MakerJackie

Deployment

Publish your blog to the internet.

What is "deployment"

Deployment = uploading your website to the internet so anyone in the world can visit it via a URL.

Think of it this way: you've written a book on your computer. "Deploying" is like shipping that book to a bookstore shelf so readers can find it. Before deployment, the website only exists on a developer's computer — no one else can see it.

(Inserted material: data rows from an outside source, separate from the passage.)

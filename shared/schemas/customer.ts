import { z } from 'zod';
import { text as freeText } from './text';

const text = (what: string, max: number, multiline = false) =>
  freeText({ multiline }).max(max, `Keep ${what} under ${max.toLocaleString('en-US')} characters.`);

/** A shop's customer, checked the same on the server and in the forms. */
export const customerInputSchema = z.object({
  name: freeText().min(1, 'Give the customer a name.').max(120, 'Keep the name under 120 characters.'),
  company: text('the company', 120).default(''),
  email: z.union([z.literal(''), z.email({ error: 'That does not look like an e-mail address.' }).max(254)]).default(''),
  phone: text('the phone', 40).default(''),
  billingAddress: text('the billing address', 500, true).default(''),
  siteAddress: text('the site address', 500, true).default(''),
  notes: text('notes', 4000, true).default(''),
});
export type CustomerInput = z.infer<typeof customerInputSchema>;
export const customerPatchSchema = customerInputSchema.partial().strict();
export type CustomerPatch = z.infer<typeof customerPatchSchema>;

export interface Customer {
  id: string;
  name: string;
  company: string;
  email: string;
  phone: string;
  billingAddress: string;
  siteAddress: string;
  notes: string;
  jobCount: number;
  createdAt: string;
  updatedAt: string;
}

Where your website lives: Cloudflare

Your website runs on Cloudflare's servers.

QuestionAnswer
What is Cloudflare?A publicly-traded US company, one of the world's largest internet infrastructure providers
Why use it?Generous free tier, fast (servers worldwide), stable and reliable
Does it cost money?Core blog usage usually stays in the free tier; R2 may require a payment method, and Email Sending requires a paid plan

The "infrastructure" your website needs

Your website is powered by three core components. Think of it like a restaurant:

ComponentAnalogyWhat it does
WorkersWaitstaffGreets every visitor to your site and serves them the right page
D1Filing cabinet with spreadsheets (database)Stores your posts, comments, user info, and other structured data
R2Storage lockerStores images you upload, backup files, etc.

There are also optional components (like KV caching and email sending) that don't affect core functionality. Enable them as needed.

Deployment overview

From your perspective, deployment looks like this:

  1. You write posts and adjust settings in the admin panel
  2. A developer runs one command in their terminal, and the site is updated

The whole process usually takes less than a minute.

If you use AI Setup, the AI agent can also create D1, KV, R2, the Worker, DNS bindings, D1 migrations, and live verification. You only step in for Cloudflare login, payment-method confirmation, domain nameservers, OAuth apps, or email verification.

What is "local development"

"Local development" means a developer runs a copy of the website on their own computer to test things. It's like a chef tasting a dish in the kitchen — only they can see it; customers don't know it's happening.

Local development is used to:

  • Test new features before they go live
  • Preview design changes
  • Avoid breaking the live production site

Developer Reference

The following section is for the developer responsible for deploying and maintaining the site. If you're a product manager or site owner, you can skip this.

Local development admin

Seed the local Wrangler D1 database with a fixed admin account:

pnpm db:seed:local-admin

Default local credentials:

email: a@a.test
password: 1

This command writes only to the local D1 database under .wrangler/state. It does not create a production admin account. Override defaults with BLOGCMS_LOCAL_ADMIN_EMAIL, BLOGCMS_LOCAL_ADMIN_NAME, or BLOGCMS_LOCAL_ADMIN_PASSWORD.

Production deployment

Before deploying, replace the D1 database id, KV namespace id, public site URL, and optional custom domain values in apps/web/wrangler.jsonc. The deploy command fails early if placeholders remain.

pnpm deploy:web

This command: checks R2 bucket → builds the web app → applies remote D1 migrations → deploys the Worker → syncs Git-managed notes (when CMS_PUBLIC_SITE_URL and CMS_API_TOKEN are configured).

If it reports a missing R2 bucket:

pnpm --filter @repo/web exec wrangler r2 bucket create blog-starter-assets --config wrangler.jsonc

Runtime resources

Workers: public site, admin, API routes, feeds, sitemap, robots
D1: posts, comments, settings, users, sessions, tokens
R2: assets, import packages, exports, backups
KV: cache metadata and optional short-lived records

Environment variables

Local development reads apps/web/.env. Production reads Wrangler vars plus secrets. Use apps/web/wrangler.jsonc as the source of truth for variable names.

Set production secrets:

pnpm --filter @repo/web exec wrangler secret put BETTER_AUTH_SECRET --config wrangler.jsonc
pnpm --filter @repo/web exec wrangler secret put GITHUB_CLIENT_ID --config wrangler.jsonc
pnpm --filter @repo/web exec wrangler secret put GITHUB_CLIENT_SECRET --config wrangler.jsonc
pnpm --filter @repo/web exec wrangler secret put GOOGLE_CLIENT_ID --config wrangler.jsonc
pnpm --filter @repo/web exec wrangler secret put GOOGLE_CLIENT_SECRET --config wrangler.jsonc

D1 Migrations

pnpm deploy:web applies remote D1 migrations automatically. Only run manually for custom pipelines or targeted maintenance:

pnpm --filter @repo/web exec wrangler d1 migrations apply <d1-database-name> --remote --config wrangler.jsonc

Optional email sending

Cloudflare Email Sending is disabled by default (requires Workers Paid). Used for password resets, admin notifications, import/export notices, etc. Core functionality works fine without it.

Social comment login

See the Comments documentation for GitHub/Google OAuth setup details.